When deciding between a hybrid such as the Toyota Prius and a gas-only vehicle, how much city driving you do and how long you plan to keep the vehicle are just two of the factors to consider.

June 10, 2012|By Jerry Hirsch, Los Angeles Times
(Dave Wheeler Studio, For…)

Once a rarity in the showroom, fuel-sipping hybrids are becoming an increasingly common option at dealerships.

Need a big luxury sedan with all the bells and whistles that still gets 29 miles to the gallon in everyday driving? Check out the Buick LaCrosse with the eAssist mileage boosting system.

How about a station wagon you can pack with children and groceries and still get 42 mpg? The Prius v fits the bill. Looking for something with high style? Wait for the upcoming edition of the Ford Fusion hybrid that's expected to hit 47 mpg.
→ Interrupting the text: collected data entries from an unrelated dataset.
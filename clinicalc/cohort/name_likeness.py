"""How much the name of a column is like what it may be the value of."""

import re
from collections.abc import Mapping
from difflib import SequenceMatcher
from types import MappingProxyType

from clinicalc.coefficients.schema import NumberPredictor, Predictor
from clinicalc.units.quantity import all_quantities
from clinicalc.units.unit import find_unit

LIKE = 0.6
"""From here on a name is like another."""

_WORDS = re.compile(r"[A-Z]+(?![a-z])|[A-Z]?[a-z]+|\d+")

_SHORT: Mapping[str, tuple[str, ...]] = MappingProxyType(
    {
        "age": ("age", "agey", "ageyears"),
        "total_cholesterol": ("chol", "tchol", "totchol", "tc", "cholesterol"),
        "hdl_cholesterol": ("hdl", "hdlc", "hdlchol"),
        "ldl_cholesterol": ("ldl", "ldlc", "ldlchol"),
        "non_hdl_cholesterol": ("nonhdl", "nonhdlc"),
        "triglycerides": ("tg", "trig", "trigs", "trigly"),
        "glucose": ("glu", "gluc", "glc", "fpg"),
        "hba1c": ("a1c", "hba1c", "hb1ac"),
        "creatinine": ("crea", "creat", "scr", "cr"),
        "egfr_indexed": ("egfr", "gfr", "ckdepi"),
        "urine_acr": ("acr", "uacr"),
        "systolic_bp": ("sbp", "sysbp", "systolic", "bpsys", "systbp"),
        "diastolic_bp": ("dbp", "diabp", "diastolic", "bpdia", "diasbp"),
        "heart_rate": ("hr", "pulse", "heartrate"),
        "body_mass_index": ("bmi",),
        "weight": ("wt", "weight", "bodyweight"),
        "height": ("ht", "height"),
        "waist": ("waist", "wc"),
        "haemoglobin": ("hb", "hgb", "haemoglobin", "hemoglobin"),
        "albumin": ("alb",),
        "bilirubin": ("bili", "tbil"),
        "sodium": ("na", "sodium"),
        "potassium": ("k", "potassium"),
        "platelets": ("plt", "platelet"),
        "white_cells": ("wbc", "wcc", "leuco", "leuko"),
        "c_reactive_protein": ("crp", "hscrp"),
        "cigarettes_per_day": ("cigsday", "cpd", "cigperday"),
        "sex": ("gender", "female", "male"),
        "diabetes": ("dm", "diab", "t2d", "t2dm"),
    }
)
"""Names that are usual in tables for a quantity, or for a question of that id.

Units and words such as "baseline" are taken off before.
"""

_BESIDE = frozenset({"baseline", "bl", "base", "at", "of", "the", "v1", "0", "1", "visit", "value", "val", "mean"})


def words_of(name: str) -> tuple[str, ...]:
    """The words in a name, small: "SBP_baseline" and "sbpBaseline" both have "sbp" and "baseline"."""
    return tuple(word.lower() for word in _WORDS.findall(name))


def bare_name(name: str) -> str:
    """A name without units and words that say when, run together: "chol_mmol/L" is "chol"."""
    head = re.sub(r"[(\[].*", "", name) or name
    parts = [part for part in re.split(r"[\s_.]+", head) if part]
    if len(parts) > 1 and find_unit(parts[-1]) is not None:
        parts = parts[:-1]
    words = [word for part in parts for word in words_of(part)]
    kept = [word for word in words if word not in _BESIDE] or words
    return "".join(kept)


def likeness(column: str, predictor: Predictor) -> float:
    """From 0 to 1: 1 where the names are the same, `LIKE` and more where one stands for the other."""
    bare = bare_name(column)
    if not bare:
        return 0.0
    names = {bare_name(predictor.id), bare_name(predictor.label)}
    if bare in names:
        return 1.0
    meant = predictor.quantity if isinstance(predictor, NumberPredictor) else predictor.id
    if bare in _SHORT.get(meant, ()):
        return 0.95
    if _names_another(bare, meant):
        return 0.0
    if any(_says(column, name) for name in (predictor.id, predictor.label)):
        return 0.8
    if any(len(bare) >= 3 and (name.startswith(bare) or bare.startswith(name)) for name in names if name):
        return 0.75
    close = max(SequenceMatcher(None, bare, name).ratio() for name in names)
    return close if close >= 0.8 else 0.5 * close


def _names_another(bare: str, meant: str) -> bool:
    """Whether a name is that of another quantity: LDL cholesterol is no total cholesterol, however alike they are."""
    others = (entry.id for entry in all_quantities() if entry.id != meant)
    return any(bare == bare_name(other) or bare in _SHORT.get(other, ()) for other in others)


def _says(column: str, name: str) -> bool:
    """Whether every word of the column is one of the name, or the initials of some: "bp_tablets" of a longer label."""
    words, known = [word for word in words_of(column) if word not in _BESIDE], words_of(name)
    runs = (known[start:end] for start in range(len(known)) for end in range(start + 2, len(known) + 1))
    initials = {"".join(word[0] for word in run) for run in runs}
    return len(words) > 1 and all(word in known or word in initials for word in words)
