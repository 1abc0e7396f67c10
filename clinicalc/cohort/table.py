"""A table of people read from a file: CSV, TSV, Parquet, Excel or Stata, told by the end of its name."""

from collections.abc import Callable, Mapping
from pathlib import Path
from types import MappingProxyType

from clinicalc.cohort.course import UNWATCHED, Course
from clinicalc.cohort.delimited import read_delimited
from clinicalc.cohort.frames import read_excel, read_parquet, read_stata
from clinicalc.cohort.raw import RawTable
from clinicalc.errors import Problem, TableRefused

_READERS: Mapping[str, Callable[[Path, Course], RawTable]] = MappingProxyType(
    {
        ".csv": read_delimited,
        ".tsv": read_delimited,
        ".txt": read_delimited,
        ".parquet": read_parquet,
        ".xlsx": read_excel,
        ".dta": read_stata,
    }
)

TABLE_ENDINGS = tuple(_READERS)
"""The ends of file names that are read."""


def read_table(path: Path, course: Course = UNWATCHED) -> RawTable:
    """The table in a file, cells as they stand there.

    Raises TableRefused with every problem of its form (lines with too many or too few fields, names that stand twice,
    nobody in it), where it is not there, and where what reads such files is not installed; Stopped by `course`.
    """
    reader = _READERS.get(path.suffix.lower())
    if reader is None:
        endings = ", ".join(TABLE_ENDINGS)
        why = f'The end "{path.suffix}" of its name is none of {endings}. Save the table in one of these forms.'
        raise TableRefused(path.name, (Problem("", why),))
    try:
        table = reader(path, course)
    except OSError as error:
        why = f"It cannot be opened ({error.strerror or type(error).__name__}). Check its name and its folder."
        raise TableRefused(path.name, (Problem("", why),)) from error
    if table.rows == 0:
        raise TableRefused(path.name, (Problem("", "There is nobody in it: no line stands below the names."),))
    return table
All these new hybrids are a welcome option for consumers who face high gas prices.

But are they worth the premium you might have to pay? It depends. If you decide to keep a hybrid for more than five years, the answer may be yes. But if you're one of those who like new cars every three years, it may not make financial sense.

Here's what you need to consider when deciding to go hybrid or not.

Where do you drive?

Hybrids are great for people who drive "mostly in the city and urban places," said David Champion, who directs the automotive test program at Consumer Reports.

It's all in the way a hybrid works.

A hybrid routes energy — much of it generated when the vehicle brakes — into a battery. It then uses that electricity to power an electric motor to get the car moving from a stop and to assist in accelerating, passing or hill climbing, all areas in which cars burn up the most gas.

Hybrid systems shine in stop-and-go and slow-speed traffic, said Raj Nair, the global product development chief for Ford Motor Co.

Although adequate, hybrids generally don't make great highway cars, Champion said. They're typically slower on the highways and have less cargo space than the gas-only vehicles of similar size.

Here's an example of just how your particular drive affects the economics of a hybrid vehicle.

Let's say 75% of your driving is on the highway. At $4 a gallon, it'll cost the Camry hybrid driver $2.50 to go 25 miles, while the regular Camry driver will pay $3.12, according to the Environmental Protection Agency.

But if you spend most of your time in city traffic over that same distance, the savings are much greater — $2.38 compared with $3.70 for the gas-only car.

The savings could be big enough for you to put up with some driving quality and cargo carrying compromises.

Is there a price premium?

You need to figure out how much money saved at the pump will add up to the cost difference between a hybrid and the same or similar model in a gas-only vehicle.

Let's go back to our Camry example. On average, the hybrid version sells for $25,850, about $3,300 more than the regular model, according to car price information company Factor in the tax and licensing fees on both versions and the difference climbs to close to $3,600, depending on where you live.

Using $4 a gallon, 13,500 miles of annual driving and a ratio of 55% city driving, the hybrid saves about $650 a year. That means it takes about five years to save enough in gas to recoup the extra expense at today's prices.

Our analysis of hybrid and regular Ford Fusions and Hyundai Sonatas also came up with paybacks in about the same range.

Those who drive 75% or more of their miles at highway speeds aren't likely to make the difference back during the life of the car. The payback comes at about the 10-year mark.

However, for some cars — mostly the more expensive brands that don't charge a premium for the hybrid models — the savings are immediate and significant.

Buick sells hybrid and gas-only versions of the LaCrosse with the same sticker price of $31,115 for similar trim and features, according to the EPA. When you plug in our fuel cost and mileage numbers, the hybrid version saves $725 a year on fuel when driven 55% of the time in city traffic.

The hybrid and gas-only version of the Lincoln MKZ also have the same sticker price — $35,630 — but the hybrid model saves the driver almost $1,200 a year based on our analysis.

You can compare vehicles and your own calculations based on your driving patterns at this handy EPA website:

Should I worry about the new technology?

Consider this: 95% of all the Toyota Prius hybrids sold since 2000 are still on the road today. That's a lot of years of fuel savings for their owners.

What about driving?

There's a consensus among car critics and test drivers that hybrids generally are not as much fun to drive as similar cars with conventional powertrains.

Champion of Consumer Reports compared the Toyota Prius — the bestselling hybrid ever and one of the top-selling passenger cars this year — to the regular Camry. Both are considered "family sedans" in the EPA ratings.

The Prius is considerably slower than the gas-only Camry — by more than two seconds on a zero to 60 mph test. It takes longer to stop, and it has less interior space.